───── Records provided

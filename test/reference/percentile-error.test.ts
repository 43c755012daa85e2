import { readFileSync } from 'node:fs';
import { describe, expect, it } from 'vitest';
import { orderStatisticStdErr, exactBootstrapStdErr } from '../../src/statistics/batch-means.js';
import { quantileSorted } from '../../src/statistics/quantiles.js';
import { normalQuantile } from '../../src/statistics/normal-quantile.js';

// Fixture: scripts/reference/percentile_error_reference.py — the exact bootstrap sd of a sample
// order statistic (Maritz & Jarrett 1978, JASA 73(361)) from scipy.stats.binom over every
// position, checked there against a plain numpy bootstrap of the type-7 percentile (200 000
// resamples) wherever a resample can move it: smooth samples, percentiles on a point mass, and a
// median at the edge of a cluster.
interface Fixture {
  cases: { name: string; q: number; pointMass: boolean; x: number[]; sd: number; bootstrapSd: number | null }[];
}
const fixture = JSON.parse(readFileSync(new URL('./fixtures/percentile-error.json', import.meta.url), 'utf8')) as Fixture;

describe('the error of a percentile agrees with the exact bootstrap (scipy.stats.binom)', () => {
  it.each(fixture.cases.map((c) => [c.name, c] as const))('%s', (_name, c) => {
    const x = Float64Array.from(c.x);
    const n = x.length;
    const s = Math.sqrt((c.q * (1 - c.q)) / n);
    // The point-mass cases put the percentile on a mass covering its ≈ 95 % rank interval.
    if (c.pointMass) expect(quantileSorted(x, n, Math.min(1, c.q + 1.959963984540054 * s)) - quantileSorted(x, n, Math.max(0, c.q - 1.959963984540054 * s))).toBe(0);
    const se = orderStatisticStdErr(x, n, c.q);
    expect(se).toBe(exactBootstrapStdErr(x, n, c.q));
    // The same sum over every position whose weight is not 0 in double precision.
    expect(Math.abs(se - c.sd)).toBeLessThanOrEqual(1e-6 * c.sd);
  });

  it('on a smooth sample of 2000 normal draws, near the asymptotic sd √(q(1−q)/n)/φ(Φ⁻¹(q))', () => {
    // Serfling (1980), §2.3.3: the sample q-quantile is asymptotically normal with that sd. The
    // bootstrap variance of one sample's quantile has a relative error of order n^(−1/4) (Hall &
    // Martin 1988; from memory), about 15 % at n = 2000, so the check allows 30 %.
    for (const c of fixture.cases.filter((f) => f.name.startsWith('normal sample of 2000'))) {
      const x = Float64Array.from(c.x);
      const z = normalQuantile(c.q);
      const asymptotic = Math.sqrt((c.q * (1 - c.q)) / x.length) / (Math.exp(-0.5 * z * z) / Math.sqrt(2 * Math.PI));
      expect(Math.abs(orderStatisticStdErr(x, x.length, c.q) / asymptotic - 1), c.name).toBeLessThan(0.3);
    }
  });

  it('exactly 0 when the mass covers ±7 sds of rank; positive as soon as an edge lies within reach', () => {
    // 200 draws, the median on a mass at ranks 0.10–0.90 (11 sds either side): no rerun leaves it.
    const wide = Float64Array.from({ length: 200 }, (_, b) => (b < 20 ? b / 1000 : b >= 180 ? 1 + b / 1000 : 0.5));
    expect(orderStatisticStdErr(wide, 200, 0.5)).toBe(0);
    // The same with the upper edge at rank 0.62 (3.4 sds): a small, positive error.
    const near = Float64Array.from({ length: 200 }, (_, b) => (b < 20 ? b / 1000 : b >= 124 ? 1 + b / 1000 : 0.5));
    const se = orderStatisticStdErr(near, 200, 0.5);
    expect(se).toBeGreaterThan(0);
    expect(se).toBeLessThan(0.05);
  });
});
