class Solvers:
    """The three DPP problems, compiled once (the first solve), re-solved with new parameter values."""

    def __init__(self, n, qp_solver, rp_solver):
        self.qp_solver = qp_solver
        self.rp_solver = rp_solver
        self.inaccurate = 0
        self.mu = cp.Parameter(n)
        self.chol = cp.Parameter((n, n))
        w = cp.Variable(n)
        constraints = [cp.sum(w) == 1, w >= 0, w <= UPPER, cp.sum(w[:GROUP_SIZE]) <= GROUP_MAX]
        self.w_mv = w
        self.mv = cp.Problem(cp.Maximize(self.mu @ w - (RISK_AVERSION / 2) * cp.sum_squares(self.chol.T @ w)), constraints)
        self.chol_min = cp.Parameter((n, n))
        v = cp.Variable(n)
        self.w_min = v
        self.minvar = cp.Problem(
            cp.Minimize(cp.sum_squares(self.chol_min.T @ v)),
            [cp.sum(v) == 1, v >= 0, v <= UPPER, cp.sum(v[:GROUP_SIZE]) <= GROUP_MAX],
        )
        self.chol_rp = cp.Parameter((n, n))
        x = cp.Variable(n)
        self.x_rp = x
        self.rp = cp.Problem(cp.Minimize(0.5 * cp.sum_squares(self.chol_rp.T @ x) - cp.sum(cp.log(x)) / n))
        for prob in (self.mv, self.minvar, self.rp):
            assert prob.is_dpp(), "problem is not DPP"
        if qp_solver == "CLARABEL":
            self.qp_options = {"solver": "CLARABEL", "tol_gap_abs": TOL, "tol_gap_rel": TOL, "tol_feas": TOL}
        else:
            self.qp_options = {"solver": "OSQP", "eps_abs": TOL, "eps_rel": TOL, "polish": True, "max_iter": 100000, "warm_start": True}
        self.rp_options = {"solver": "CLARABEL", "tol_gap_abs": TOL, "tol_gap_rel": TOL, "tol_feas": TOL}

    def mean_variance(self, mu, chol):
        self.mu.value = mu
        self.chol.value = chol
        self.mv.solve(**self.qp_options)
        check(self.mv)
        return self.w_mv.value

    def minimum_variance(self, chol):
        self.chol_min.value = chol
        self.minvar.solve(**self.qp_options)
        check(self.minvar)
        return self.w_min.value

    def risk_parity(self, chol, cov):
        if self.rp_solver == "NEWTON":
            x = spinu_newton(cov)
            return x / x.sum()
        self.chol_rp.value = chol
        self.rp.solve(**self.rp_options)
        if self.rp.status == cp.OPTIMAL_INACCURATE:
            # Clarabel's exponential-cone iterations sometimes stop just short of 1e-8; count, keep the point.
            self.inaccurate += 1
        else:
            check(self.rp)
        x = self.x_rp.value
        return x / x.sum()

──────────

• _Exercise directions_: Everything from the first line of the listing above through the line holding "scipy.stats.binom over every" must be retyped exactly; nothing else belongs in the reply.

• _Output_:
filename test/reference/percentile-error.test.ts
repository 43c755012daa85e2
import { readFileSync } from 'node:fs';
import { describe, expect, it } from 'vitest';
import { orderStatisticStdErr, exactBootstrapStdErr } from '../../src/statistics/batch-means.js';
import { quantileSorted } from '../../src/statistics/quantiles.js';
import { normalQuantile } from '../../src/statistics/normal-quantile.js';

// Fixture: scripts/reference/percentile_error_reference.py — the exact bootstrap sd of a sample
// order statistic (Maritz & Jarrett 1978, JASA 73(361)) from scipy.stats.binom over every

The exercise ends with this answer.